**REQUIRED WORK**
Please copy exactly the lines that run from the start of the entries to the line containing "export type PdfCoop", inclusive.

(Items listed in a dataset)
┄┄┄┄┄┄┄┄┄┄┄┄┄┄┄┄┄┄┄┄

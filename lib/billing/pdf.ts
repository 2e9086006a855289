import 'server-only';
import type { InferAttributes } from 'sequelize';
import { appUrl } from '@/lib/mail';
import { formatCents, formatRateCents, INVOICE_ROUNDING_NOTE } from '@/lib/money';
import { newPdf, pdfResponse, pdfToBuffer } from '@/lib/pdf';
import type { Actor } from '@/lib/auth';
import { getInvoiceDetail } from './invoices';
import { formatVolume, perGallonToPerLiter } from '@/lib/units';
import type { Coop } from '@/models';
import { periodLabel } from './periods';
import { INVOICE_STATUS_LABEL } from './status';
import type { InvoiceDetail } from './types';
import { formatDate } from '@/lib/dates';

/** What an invoice PDF shows of its co-op. */
export type PdfCoop = Pick<InferAttributes<Coop>, 'name' | 'slug' | 'units' | 'currency' | 'timezone'>;

/** The rounding rule, stated once on every invoice (lib/money: half away from zero, per line). */
export const ROUNDING_NOTE = INVOICE_ROUNDING_NOTE;

/** The file name for downloads and attachments, e.g. prairie-lantern-INV-000012.pdf. */
export function invoiceFileName(coopSlug: string, inv: Pick<InvoiceDetail, 'label' | 'id' | 'period'>): string {
  return `${coopSlug}-${inv.label ?? `draft-${inv.period}-${inv.id}`}.pdf`;
}

/**
 * Renders an invoice or credit note with pdfkit and the shipped fonts: the co-op, the member,
 * the month, every line (quantities in the co-op's units, rates per gallon or litre), totals, and
 * how to pay. Drafts are marked DRAFT.
 */
export async function renderInvoicePdf(inv: InvoiceDetail, coop: PdfCoop): Promise<Buffer> {
  const isCredit = inv.kind === 'credit-note';
  const title = isCredit ? 'Credit note' : 'Invoice';
  const doc = newPdf({ title: `${coop.name} ${title} ${inv.label ?? 'draft'}` });
  const money = (c: number) => formatCents(c, coop.currency);
  const left = 50;
  const right = doc.page.width - 50;
  const width = right - left;

  if (inv.status === 'draft') {
    doc
      .save()
      .font('bold')
      .fontSize(90)
      .fillColor('#e7e5e4')
      .rotate(-30, { origin: [300, 420] })
      .text('DRAFT', 120, 380, { lineBreak: false })
      .restore();
    doc.fillColor('#1c1917');
  }

  // Header: co-op and document
  doc
    .font('bold')
    .fontSize(18)
    .fillColor('#16322a')
    .text(coop.name, left, 50, { width: width * 0.6 });
  doc
    .font('regular')
    .fontSize(9)
    .fillColor('#57534e')
    .text(`Community biodiesel co-op · ${appUrl(`/c/${coop.slug}`)}`, { width: width * 0.6 });
  doc.font('bold').fontSize(16).fillColor('#1c1917').text(title, left, 50, { width, align: 'right' });
  doc
    .font('regular')
    .fontSize(10)
    .text(inv.label ?? 'DRAFT — not yet issued', { width, align: 'right' });
  doc.text(`Status: ${INVOICE_STATUS_LABEL[inv.status] ?? inv.status}`, { width, align: 'right' });

  doc.moveDown(2);
  const metaTop = Math.max(doc.y, 120);
  doc.font('bold').fontSize(10).fillColor('#1c1917').text('Bill to', left, metaTop);
  doc.font('regular').text(inv.memberName).text(inv.memberEmail);
  const col2 = left + width / 2;
  doc.font('bold').text('Billing month', col2, metaTop);
  doc.font('regular').text(periodLabel(inv.period), col2);
  if (inv.issuedAt) doc.text(`Issued ${formatDate(inv.issuedAt, coop.timezone)}`, col2);
  if (inv.dueOn && !isCredit) doc.text(`Due ${formatDate(inv.dueOn, coop.timezone)}`, col2);
  if (isCredit && inv.original) doc.text(`Cancels invoice ${inv.original.label ?? ''}`, col2);

  // Lines
  doc.moveDown(2);
  const cols = { date: left, desc: left + 72, qty: left + 290, rate: left + 370, amount: left + 440 };
  const amountW = right - cols.amount;
  let y = Math.max(doc.y, metaTop + 80);
  const header = () => {
    doc.font('bold').fontSize(9).fillColor('#44403c');
    doc.text('Date', cols.date, y, { width: 70 });
    doc.text('Description', cols.desc, y, { width: 215 });
    doc.text('Quantity', cols.qty, y, { width: 75, align: 'right' });
    doc.text('Rate', cols.rate, y, { width: 65, align: 'right' });
    doc.text('Amount', cols.amount, y, { width: amountW, align: 'right' });
    y += 14;
    doc.moveTo(left, y).lineTo(right, y).strokeColor('#a8a29e').lineWidth(0.5).stroke();
    y += 5;
    doc.font('regular').fillColor('#1c1917');
  };
  header();
  const rateUnit = coop.units === 'us' ? '/gal' : '/L';
  for (const l of inv.lines) {
    const rate =
      l.unitPriceCentsPerGallon === null
        ? ''
        : `${formatRateCents(coop.units === 'us' ? l.unitPriceCentsPerGallon : perGallonToPerLiter(l.unitPriceCentsPerGallon), coop.currency)}${rateUnit}`;
    const h = Math.max(12, doc.heightOfString(l.description, { width: 215 }));
    if (y + h > doc.page.height - 150) {
      doc.addPage();
      y = 50;
      header();
    }
    doc.fontSize(9);
    doc.text(l.occurredAt ? formatDate(l.occurredAt, coop.timezone) : '', cols.date, y, { width: 70 });
    doc.text(l.description, cols.desc, y, { width: 215 });
    doc.text(l.quantityLiters === null ? '' : formatVolume(l.quantityLiters, coop.units, 2), cols.qty, y, {
      width: 75,
      align: 'right',
    });
    doc.text(rate, cols.rate, y, { width: 65, align: 'right' });
    doc.text(money(l.amountCents), cols.amount, y, { width: amountW, align: 'right' });
    y += h + 4;
  }
  doc.moveTo(left, y).lineTo(right, y).strokeColor('#a8a29e').lineWidth(0.5).stroke();
  y += 8;

  // Totals
  const totalRow = (label: string, cents: number, bold = false) => {
    doc.font(bold ? 'bold' : 'regular').fontSize(bold ? 11 : 10);
    doc.text(label, cols.qty - 60, y, { width: cols.amount - cols.qty + 50, align: 'right' });
    doc.text(money(cents), cols.amount, y, { width: amountW, align: 'right' });
    y += bold ? 17 : 14;
  };
  totalRow(isCredit ? 'Total credited' : 'Total', inv.totalCents, true);
  if (!isCredit && inv.status !== 'draft') {
    if (inv.paidCents > 0) totalRow('Paid', inv.paidCents);
    if (inv.status !== 'void') totalRow('Amount due', inv.outstandingCents, true);
  }

  // How to pay
  y += 12;
  doc
    .font('bold')
    .fontSize(10)
    .fillColor('#16322a')
    .text(isCredit ? 'About this credit note' : 'How to pay', left, y);
  doc.font('regular').fontSize(9).fillColor('#1c1917');
  if (isCredit) {
    doc.text(
      'This credit note cancels the invoice named above. Anything you had paid on it is held as credit on your account and applied to your next invoice, or refunded on request.',
      { width },
    );
  } else {
    doc.text(`By card: sign in at ${appUrl(`/c/${coop.slug}/invoices/${inv.id}`)} and choose “Pay by card”.`, {
      width,
    });
    doc.text(
      `By cash or cheque: hand it to the co-op's treasurer, or make the cheque payable to ${coop.name}, and write ${inv.label ?? 'the invoice number'} on it.`,
      { width },
    );
    doc.text('Credit on your account (for example from an earlier overpayment) has already been deducted above.', {
      width,
    });
  }
  doc.moveDown();
  doc.fontSize(8).fillColor('#57534e').text(`Amounts in ${coop.currency}. ${ROUNDING_NOTE}`, { width });
  return pdfToBuffer(doc);
}

/**
 * One invoice as a PDF download, with the render time as Server-Timing: for the treasurer any
 * invoice of the co-op (drafts marked DRAFT), for a member only their own issued ones.
 */
export async function invoicePdfResponse(actor: Actor, invoiceId: number, scope: 'co-op' | 'own'): Promise<Response> {
  const inv = await getInvoiceDetail(
    actor.coop.id,
    invoiceId,
    scope === 'co-op' ? { includeDrafts: true } : { membershipId: actor.membershipId, includeDrafts: false },
  );
  const t0 = performance.now();
  const res = pdfResponse(await renderInvoicePdf(inv, actor.coop), invoiceFileName(actor.coop.slug, inv));
  res.headers.set('server-timing', `pdf;dur=${(performance.now() - t0).toFixed(1)}`);
  return res;
}
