import type { InvoiceStatus } from '@/models/Invoice';

/** Invoices that still owe money. */
export const OPEN_STATUSES: InvoiceStatus[] = ['issued', 'partly-paid'];

// SQL over `invoices`, its columns qualified by `alias` where the statement names the table.
const column = (name: string, alias?: string) => (alias ? `${alias}.${name}` : name);
/** SQL: the invoice still owes money (its status is one of OPEN_STATUSES). */
export const openStatusSql = (alias?: string) =>
  `${column('status', alias)} IN (${OPEN_STATUSES.map((s) => `'${s}'`).join(',')})`;
/** SQL: the invoice's unpaid amount, never below zero. */
export const outstandingSql = (alias?: string) =>
  `GREATEST(${column('total_cents', alias)} - ${column('paid_cents', alias)}, 0)`;

/** Words for statuses, shared by pages, PDFs and CSVs (pure). */
export const INVOICE_STATUS_LABEL: Record<string, string> = {
  draft: 'Draft',
  issued: 'Unpaid',
  'partly-paid': 'Partly paid',
  paid: 'Paid',
  void: 'Void',
};

export const EMAIL_STATUS_LABEL: Record<string, string> = {
  'not-sent': 'Not sent',
  queued: 'Queued',
  sending: 'Sending',
  sent: 'Sent',
  failed: 'Not delivered',
};

export const METHOD_LABEL: Record<string, string> = { card: 'Card', cash: 'Cash', cheque: 'Cheque' };

export const LINE_KIND_LABEL: Record<string, string> = {
  draw: 'Fuel',
  'draw-reversal': 'Fuel (reversal)',
  dues: 'Dues',
  surcharge: 'Surcharge',
  'road-tax': 'Road-fuel tax',
  adjustment: 'Adjustment',
  credit: 'Credit',
};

┄┄┄┄┄┄┄┄┄┄┄┄┄┄┄┄┄┄┄┄

**ANSWER BELOW**
filename lib/billing/pdf.ts
repository 2e9086006a855289
import 'server-only';
import type { InferAttributes } from 'sequelize';
import { appUrl } from '@/lib/mail';
import { formatCents, formatRateCents, INVOICE_ROUNDING_NOTE } from '@/lib/money';
import { newPdf, pdfResponse, pdfToBuffer } from '@/lib/pdf';
import type { Actor } from '@/lib/auth';
import { getInvoiceDetail } from './invoices';
import { formatVolume, perGallonToPerLiter } from '@/lib/units';
import type { Coop } from '@/models';
import { periodLabel } from './periods';
import { INVOICE_STATUS_LABEL } from './status';
import type { InvoiceDetail } from './types';
import { formatDate } from '@/lib/dates';

/** What an invoice PDF shows of its co-op. */
export type PdfCoop = Pick<InferAttributes<Coop>, 'name' | 'slug' | 'units' | 'currency' | 'timezone'>;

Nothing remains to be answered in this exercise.